Material supplied Start Marker

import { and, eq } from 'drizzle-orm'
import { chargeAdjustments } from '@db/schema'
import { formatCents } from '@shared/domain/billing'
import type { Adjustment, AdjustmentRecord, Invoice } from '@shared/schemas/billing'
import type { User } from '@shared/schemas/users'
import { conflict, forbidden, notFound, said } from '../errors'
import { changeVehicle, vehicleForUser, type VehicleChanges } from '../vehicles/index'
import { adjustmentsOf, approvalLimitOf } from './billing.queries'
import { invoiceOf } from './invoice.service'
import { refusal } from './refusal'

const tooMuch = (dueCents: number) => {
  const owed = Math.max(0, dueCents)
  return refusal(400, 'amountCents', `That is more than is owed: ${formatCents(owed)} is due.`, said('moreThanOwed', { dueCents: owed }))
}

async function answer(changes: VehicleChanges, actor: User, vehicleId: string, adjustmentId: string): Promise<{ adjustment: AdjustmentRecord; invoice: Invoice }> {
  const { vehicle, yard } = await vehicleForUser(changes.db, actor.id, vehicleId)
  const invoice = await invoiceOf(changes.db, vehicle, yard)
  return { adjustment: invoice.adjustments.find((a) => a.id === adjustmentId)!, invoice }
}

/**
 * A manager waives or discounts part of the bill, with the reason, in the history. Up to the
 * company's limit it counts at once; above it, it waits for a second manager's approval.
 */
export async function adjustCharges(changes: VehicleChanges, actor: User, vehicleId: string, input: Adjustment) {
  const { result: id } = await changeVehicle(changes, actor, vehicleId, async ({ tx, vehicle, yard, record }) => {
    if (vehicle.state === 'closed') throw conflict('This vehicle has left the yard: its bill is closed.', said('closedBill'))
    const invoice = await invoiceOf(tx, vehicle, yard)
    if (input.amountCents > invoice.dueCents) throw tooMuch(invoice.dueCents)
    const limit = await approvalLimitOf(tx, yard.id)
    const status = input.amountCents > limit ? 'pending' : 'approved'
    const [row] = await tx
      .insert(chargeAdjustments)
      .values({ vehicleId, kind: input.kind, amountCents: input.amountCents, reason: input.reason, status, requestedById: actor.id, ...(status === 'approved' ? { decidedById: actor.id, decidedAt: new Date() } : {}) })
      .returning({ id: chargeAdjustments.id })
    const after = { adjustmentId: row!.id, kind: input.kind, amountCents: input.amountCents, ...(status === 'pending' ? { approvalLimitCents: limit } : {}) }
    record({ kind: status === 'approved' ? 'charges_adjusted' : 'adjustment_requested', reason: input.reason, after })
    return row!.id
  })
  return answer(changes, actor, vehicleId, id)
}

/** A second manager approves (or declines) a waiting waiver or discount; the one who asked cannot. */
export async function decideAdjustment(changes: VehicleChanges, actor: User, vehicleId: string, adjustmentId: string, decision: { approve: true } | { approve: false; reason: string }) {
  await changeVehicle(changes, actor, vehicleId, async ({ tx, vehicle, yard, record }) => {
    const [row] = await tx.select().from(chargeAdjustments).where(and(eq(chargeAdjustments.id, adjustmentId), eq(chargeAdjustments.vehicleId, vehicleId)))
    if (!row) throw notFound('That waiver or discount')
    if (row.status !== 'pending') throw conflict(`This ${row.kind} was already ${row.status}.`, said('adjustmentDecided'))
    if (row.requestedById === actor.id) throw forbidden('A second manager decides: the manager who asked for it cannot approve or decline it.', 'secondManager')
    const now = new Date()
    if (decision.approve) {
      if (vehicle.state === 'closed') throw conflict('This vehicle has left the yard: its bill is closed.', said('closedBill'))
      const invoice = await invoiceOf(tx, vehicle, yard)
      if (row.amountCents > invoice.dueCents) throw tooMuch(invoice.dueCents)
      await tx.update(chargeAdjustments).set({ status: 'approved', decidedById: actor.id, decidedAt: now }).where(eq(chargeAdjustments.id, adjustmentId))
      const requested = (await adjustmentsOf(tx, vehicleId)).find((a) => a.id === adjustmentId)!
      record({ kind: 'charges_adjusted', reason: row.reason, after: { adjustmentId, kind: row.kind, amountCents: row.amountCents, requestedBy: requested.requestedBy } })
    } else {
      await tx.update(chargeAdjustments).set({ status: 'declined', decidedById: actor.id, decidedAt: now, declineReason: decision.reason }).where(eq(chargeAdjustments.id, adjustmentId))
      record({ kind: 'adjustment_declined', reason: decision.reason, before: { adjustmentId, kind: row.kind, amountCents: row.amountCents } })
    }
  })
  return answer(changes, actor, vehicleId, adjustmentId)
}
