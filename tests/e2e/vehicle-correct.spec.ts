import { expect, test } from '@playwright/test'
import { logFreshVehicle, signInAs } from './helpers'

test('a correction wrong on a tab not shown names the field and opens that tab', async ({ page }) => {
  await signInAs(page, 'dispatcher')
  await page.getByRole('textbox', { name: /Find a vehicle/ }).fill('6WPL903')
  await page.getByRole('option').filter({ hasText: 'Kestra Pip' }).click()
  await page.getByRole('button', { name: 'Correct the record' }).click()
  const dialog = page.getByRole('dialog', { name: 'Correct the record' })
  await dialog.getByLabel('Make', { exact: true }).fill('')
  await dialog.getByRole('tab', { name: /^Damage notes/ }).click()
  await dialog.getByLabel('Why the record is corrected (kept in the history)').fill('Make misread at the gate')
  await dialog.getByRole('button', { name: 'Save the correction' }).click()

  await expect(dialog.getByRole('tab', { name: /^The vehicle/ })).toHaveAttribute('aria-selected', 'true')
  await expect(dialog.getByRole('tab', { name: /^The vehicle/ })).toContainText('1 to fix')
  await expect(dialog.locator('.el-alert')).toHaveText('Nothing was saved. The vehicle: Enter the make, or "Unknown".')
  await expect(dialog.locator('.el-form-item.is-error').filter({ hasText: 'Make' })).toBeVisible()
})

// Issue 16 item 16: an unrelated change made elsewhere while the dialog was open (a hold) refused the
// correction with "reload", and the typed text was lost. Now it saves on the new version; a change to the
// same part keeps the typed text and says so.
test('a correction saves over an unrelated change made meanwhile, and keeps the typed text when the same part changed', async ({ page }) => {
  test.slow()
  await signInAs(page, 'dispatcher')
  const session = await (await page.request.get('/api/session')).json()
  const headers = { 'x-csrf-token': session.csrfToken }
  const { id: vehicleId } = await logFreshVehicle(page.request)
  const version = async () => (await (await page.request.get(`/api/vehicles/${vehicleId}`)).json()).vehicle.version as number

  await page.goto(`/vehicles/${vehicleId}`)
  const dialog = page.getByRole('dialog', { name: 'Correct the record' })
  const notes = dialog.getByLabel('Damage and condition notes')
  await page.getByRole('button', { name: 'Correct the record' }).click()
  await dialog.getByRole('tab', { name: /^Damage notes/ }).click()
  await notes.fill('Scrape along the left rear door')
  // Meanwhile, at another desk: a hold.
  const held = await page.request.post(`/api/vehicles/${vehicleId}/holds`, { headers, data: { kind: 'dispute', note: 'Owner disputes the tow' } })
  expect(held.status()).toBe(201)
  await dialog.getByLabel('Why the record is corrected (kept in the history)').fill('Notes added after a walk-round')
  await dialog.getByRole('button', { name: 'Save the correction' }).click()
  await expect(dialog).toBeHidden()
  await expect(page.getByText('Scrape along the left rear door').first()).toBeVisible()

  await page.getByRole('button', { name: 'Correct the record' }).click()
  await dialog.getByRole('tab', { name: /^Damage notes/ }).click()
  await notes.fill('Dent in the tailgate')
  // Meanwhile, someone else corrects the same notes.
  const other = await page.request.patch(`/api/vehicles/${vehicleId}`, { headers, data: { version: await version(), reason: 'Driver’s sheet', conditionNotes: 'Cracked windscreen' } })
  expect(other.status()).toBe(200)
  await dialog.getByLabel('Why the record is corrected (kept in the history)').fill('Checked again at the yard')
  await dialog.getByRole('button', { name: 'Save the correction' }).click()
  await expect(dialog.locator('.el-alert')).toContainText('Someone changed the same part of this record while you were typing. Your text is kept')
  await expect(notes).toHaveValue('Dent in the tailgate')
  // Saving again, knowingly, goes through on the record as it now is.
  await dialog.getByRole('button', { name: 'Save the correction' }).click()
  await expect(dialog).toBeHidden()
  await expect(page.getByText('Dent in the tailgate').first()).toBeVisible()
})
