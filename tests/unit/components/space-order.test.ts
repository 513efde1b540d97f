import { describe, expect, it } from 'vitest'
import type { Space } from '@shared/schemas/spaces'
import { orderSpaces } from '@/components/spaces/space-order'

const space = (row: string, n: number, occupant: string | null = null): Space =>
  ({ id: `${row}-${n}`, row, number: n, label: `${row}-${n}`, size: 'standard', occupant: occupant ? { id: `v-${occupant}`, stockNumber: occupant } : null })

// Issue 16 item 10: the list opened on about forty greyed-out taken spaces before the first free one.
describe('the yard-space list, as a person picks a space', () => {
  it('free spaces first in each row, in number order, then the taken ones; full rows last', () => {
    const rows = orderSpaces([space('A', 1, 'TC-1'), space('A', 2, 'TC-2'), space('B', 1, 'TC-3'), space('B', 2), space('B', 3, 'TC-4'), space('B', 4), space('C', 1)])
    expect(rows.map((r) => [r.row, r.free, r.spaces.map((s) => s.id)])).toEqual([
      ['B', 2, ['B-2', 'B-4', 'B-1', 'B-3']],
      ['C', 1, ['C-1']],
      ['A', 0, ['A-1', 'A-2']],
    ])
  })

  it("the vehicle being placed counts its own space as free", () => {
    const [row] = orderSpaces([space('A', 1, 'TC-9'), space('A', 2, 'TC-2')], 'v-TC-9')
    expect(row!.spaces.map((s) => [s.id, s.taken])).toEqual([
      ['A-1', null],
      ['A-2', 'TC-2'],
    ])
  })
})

Material supplied End Marker

▶ [Exercise details]: Output each line of the listing above that has "adjustmentsOf".

▶ [Solution to the problem]:
import { adjustmentsOf, approvalLimitOf } from './billing.queries'
      const requested = (await adjustmentsOf(tx, vehicleId)).find((a) => a.id === adjustmentId)!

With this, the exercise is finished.